Court Opinion

ID: 9467628
Source: CourtListenerOpinion
Date Created: 2023-08-05 01:52:43.060706+00
Date Added: 2024-06-11T17:40:26.355554
License: Public Domain

RUSSELL E. SMITH, District Judge,
dissenting:
An airport is constructed for the purpose of facilitating the movement of people and their luggage to and from airplanes. The people who use airports are of necessity funnelled through narrow portals. They must travel in relatively fixed channels from the exit gate to the luggage carrousel; from the ticket counter to the security check; from the security check to the departure gate. These people are in a sense captives. They do not have the freedom to choose alternate routes, as do users of the city streets, nor the freedom to deviate from the route, once chosen, to avoid annoyance or disturbance. I think it is the duty of an airport board to make travel as convenient as possible for these captives.
However valuable the right to speak and proselytize in public places may be, some exercise of free speech can cause disturbances. Thus, a reaction could be expected to a Ku Klux Klan demonstration in the airport at Atlanta, Georgia, or to an anti-Irish demonstration on St. Patrick’s Day in the airport at Butte, Montana. In the confines of an airport a demonstration by a sufficient number of people could cause an annoying congestion.
Certainly an airport manager, with advance notice of the nature of an anticipated demonstration and the number of people intending to demonstrate, could, by the employment and deployment of security forces, provide more effective protection for the demonstrators and the public than would be possible if no one was aware of the demonstration until it was taking place. Likewise, congestion could be minimized by the selection of passenger routes and by1 limitations upon the numbers of demonstrations permitted at given points at given times.
The ordinance here does not empower the airport authorities to censor or forbid any speech, and it abridges first amendment rights only in that it delays for one day (four at the very most) the exercise of the right to speak and it requires that those who would exercise first amendment rights make the effort to give the notice.
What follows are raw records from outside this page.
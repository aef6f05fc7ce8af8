"""One entry of a calendar file as text: content lines, their folding, escaping, and how instants are written.

Source: RFC 5545, 3.1 (folding by octets), 3.3.5 (UTC date-times), 3.3.11 (escaping of text).
"""

from __future__ import annotations

import datetime as dt
import re
from collections.abc import Iterable, Sequence
from dataclasses import dataclass
from typing import Final

from icalendar.parser import Contentline

from wanderers.errors import UsageProblem
from wanderers.site.zones import zone_named

UID_ENDING: Final = "@wanderers"
"""Follows the event's id in a UID. No host: RFC 7986, 5.3, advises against them."""
INSTANT: Final = "X-WANDERERS-INSTANT"
"""Property that says when the event happens, where the entry stands at another time."""
PROVENANCE: Final = "Computed from "
"""First words of the last line of a description. A new kernel or version alone is no change."""

LINE_END: Final = b"\r\n"
_INSTANT: Final = re.compile(r"\d{8}T\d{6}Z")
_NOT_CONTENT: Final = ("SEQUENCE:", "DTSTAMP:", "LAST-MODIFIED:")


@dataclass(frozen=True, slots=True)
class Entry:
    """One VEVENT.

    Attributes:
        lines: its content lines, unfolded, from BEGIN to END.
        octets: as written: folded, every line ended.
    """

    lines: tuple[str, ...]
    octets: bytes

    def value(self, name: str) -> str:
        """Return the raw value of one of its properties, alarms excluded; empty where it has none."""
        for line in self.lines[1:]:
            if line.startswith("BEGIN:"):
                break
            if re.split("[;:]", line, maxsplit=1)[0] == name:
                return line.partition(":")[2]
        return ""

    @property
    def uid(self) -> str:
        """Its name."""
        return self.value("UID")

    @property
    def is_ours(self) -> bool:
        """Whether this program wrote it; another hand may have added others."""
        return self.uid.endswith(UID_ENDING)

    def zone(self, name: str) -> str:
        """Return the TZID of one of its properties; empty where it has none."""
        heads = (line.partition(":")[0] for line in self.lines[1:])
        own = next((head for head in heads if re.split(";", head, maxsplit=1)[0] == name), "")
        found = re.search(r";TZID=([^;:]+)", own)
        return found[1] if found else ""

    @property
    def start(self) -> dt.datetime:
        """Its DTSTART in UTC."""
        zone = self.zone("DTSTART")
        return local_instant(self.value("DTSTART"), zone) if zone else instant(self.value("DTSTART"))

    @property
    def moment(self) -> dt.datetime:
        """When the event itself happens, UTC: entries of a site stand at the time to watch."""
        stated = self.value(INSTANT)
        return instant(stated) if stated else self.start

    @property
    def sequence(self) -> int:
        """How often it was reissued."""
        return int(self.value("SEQUENCE"))

    @property
    def is_cancelled(self) -> bool:
        """Whether it was withdrawn."""
        return self.value("STATUS") == "CANCELLED"

    @property
    def title(self) -> str:
        """Its SUMMARY as text."""
        return unescaped(self.value("SUMMARY"))

    def content(self) -> list[str]:
        """Return what it says, whatever its stamps and whichever kernel and version computed it."""
        lines = [line for line in self.lines if not line.startswith(_NOT_CONTENT)]
        return sorted(
            line.rpartition(rf"\n{PROVENANCE}")[0] or line if line.startswith("DESCRIPTION") else line
            for line in lines
        )

    def is_sound(self) -> bool:
        """Return whether what reissuing compares can be read."""
        dates = self.value("DTSTAMP"), self.value(INSTANT) or self.value("DTSTAMP")
        return (
            self.has_start and all(is_instant(date) for date in dates) and self.value("SEQUENCE").isdecimal()
        )

    @property
    def has_start(self) -> bool:
        """Whether its DTSTART can be read."""
        try:
            return bool(self.start)
        except (ValueError, UsageProblem):
            return False


def entry_of(lines: Sequence[str]) -> Entry:
    """Return the entry of unfolded content lines, folded anew at 75 octets."""
    folded: list[bytes] = [Contentline(line).to_ical() for line in lines]  # type: ignore[no-untyped-call]
    return Entry(tuple(lines), b"".join(line + LINE_END for line in folded))


def read_entry(octets: bytes) -> Entry:
    """Return the entry of a VEVENT as written."""
    return Entry(tuple(unfolded(octets.decode())), octets)


def in_order(entries: Iterable[Entry]) -> list[Entry]:
    """Return entries in order of time."""
    return sorted(entries, key=_place_in_time)


def _place_in_time(entry: Entry) -> tuple[str, str]:
    """Return what entries are ordered by; those of another hand may begin in ways not read here."""
    return instant_text(entry.start) if entry.has_start else entry.value("DTSTART"), entry.uid


def outside_components(lines: Iterable[str]) -> list[str]:
    """Return the lines that belong to no component inside the one they were taken from."""
    kept, depth = [], 0
    for line in lines:
        depth += line.startswith("BEGIN:")
        if depth == 0:
            kept.append(line)
        depth -= line.startswith("END:")
    return kept


def unfolded(text: str) -> list[str]:
    """Return the content lines of a text."""
    return [line for line in re.split(r"\r?\n", re.sub(r"\r?\n[ \t]", "", text)) if line]


def escaped(text: str) -> str:
    r"""Return the raw TEXT value of a text: ``\`` ``;`` ``,`` and line ends escaped, controls dropped."""
    one_line_end = re.sub("\r\n?|[\x85\u2028\u2029]", "\n", text)
    allowed = re.sub("[\x00-\x08\x0b-\x1f\x7f-\x9f\ud800-\udfff]", "", one_line_end)
    return re.sub(r"([\\;,])", r"\\\1", allowed).replace("\n", r"\n")


def unescaped(value: str) -> str:
    r"""Return the text of a raw TEXT value; ``\n`` and ``\N`` are line ends."""
    return re.sub(r"\\(.)", lambda match: "\n" if match[1] in "nN" else match[1], value)


def instant(value: str) -> dt.datetime:
    """Return an instant of the form 20270103T130700Z.

    Raises:
        ValueError: it has another form, or there is no such instant.
    """
    if not _INSTANT.fullmatch(value):
        raise ValueError(f"no UTC instant: {value}")
    return dt.datetime.strptime(value, "%Y%m%dT%H%M%SZ").replace(tzinfo=dt.UTC)


def local_instant(value: str, zone: str) -> dt.datetime:
    """Return the UTC instant of a local time of the form 20270103T130700; the first where it comes twice.

    Raises:
        ValueError: it has another form.
        UnknownNameError: there is no such zone.
    """
    clock = dt.datetime.strptime(value, "%Y%m%dT%H%M%S")
    return clock.replace(tzinfo=zone_named(zone).rules).astimezone(dt.UTC)


def is_instant(value: str) -> bool:
    """Return whether a value is an instant of that form."""
    try:
        instant(value)
    except ValueError:
        return False
    return True


def instant_text(moment: dt.datetime) -> str:
    """Return an instant in that form; the year by hand, because strftime leaves its zeros out."""
    return f"{moment.year:04d}{moment:%m%dT%H%M%SZ}"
I do not believe that the effect of the espousal of any idea is so rapid that a one-day, or even four-day, delay would have any serious effect upon a particular cause sought to be advanced or upon the general right to speak freely. I regard the extra effort required to give notice in much the same vein. If that extra effort is so onerous in the mind of the one who would speak that such extra effort would deter speech, then that same mind has placed a minimal value on the worth of the speech and the cause which the speech would espouse.
In any case of this sort the court must balance the restrictions on first amendment rights against the governmental purpose to be served. The majority strikes the balance in one way. I would strike it in another. In my opinion, the affidavit of the airport manager sufficiently discloses the public interest to be served, and the case is distinguishable from Kuszynski v. City of Oakland, 479 F.2d 1130 (9th Cir. 1973). See Wolin v. Port of New York Authority, 392 F.2d 83 (2d Cir.), cert. denied, 393 U.S. 940, 89 S.Ct. 290, 21 L.Ed.2d 275 (1968).
If the advance notice requirement is valid, then I believe that the identification provision is likewise valid. The affidavit of the airport manager indicates a need to *1253communicate with those who plan a demonstration to avoid problems before they occur. The affidavit likewise indicates that the ordinance has worked well in practice. Certainly it would be of value to the airport and to those who would speak if there were communication as to matters such as an emergency created by counterdemonstrations or confrontations. I believe that there is a purpose to be served by the identification requirement and that the case is not governed by Talley v. California, 362 U.S. 60, 80 S.Ct. 536, 4 L.Ed.2d 559 (1960).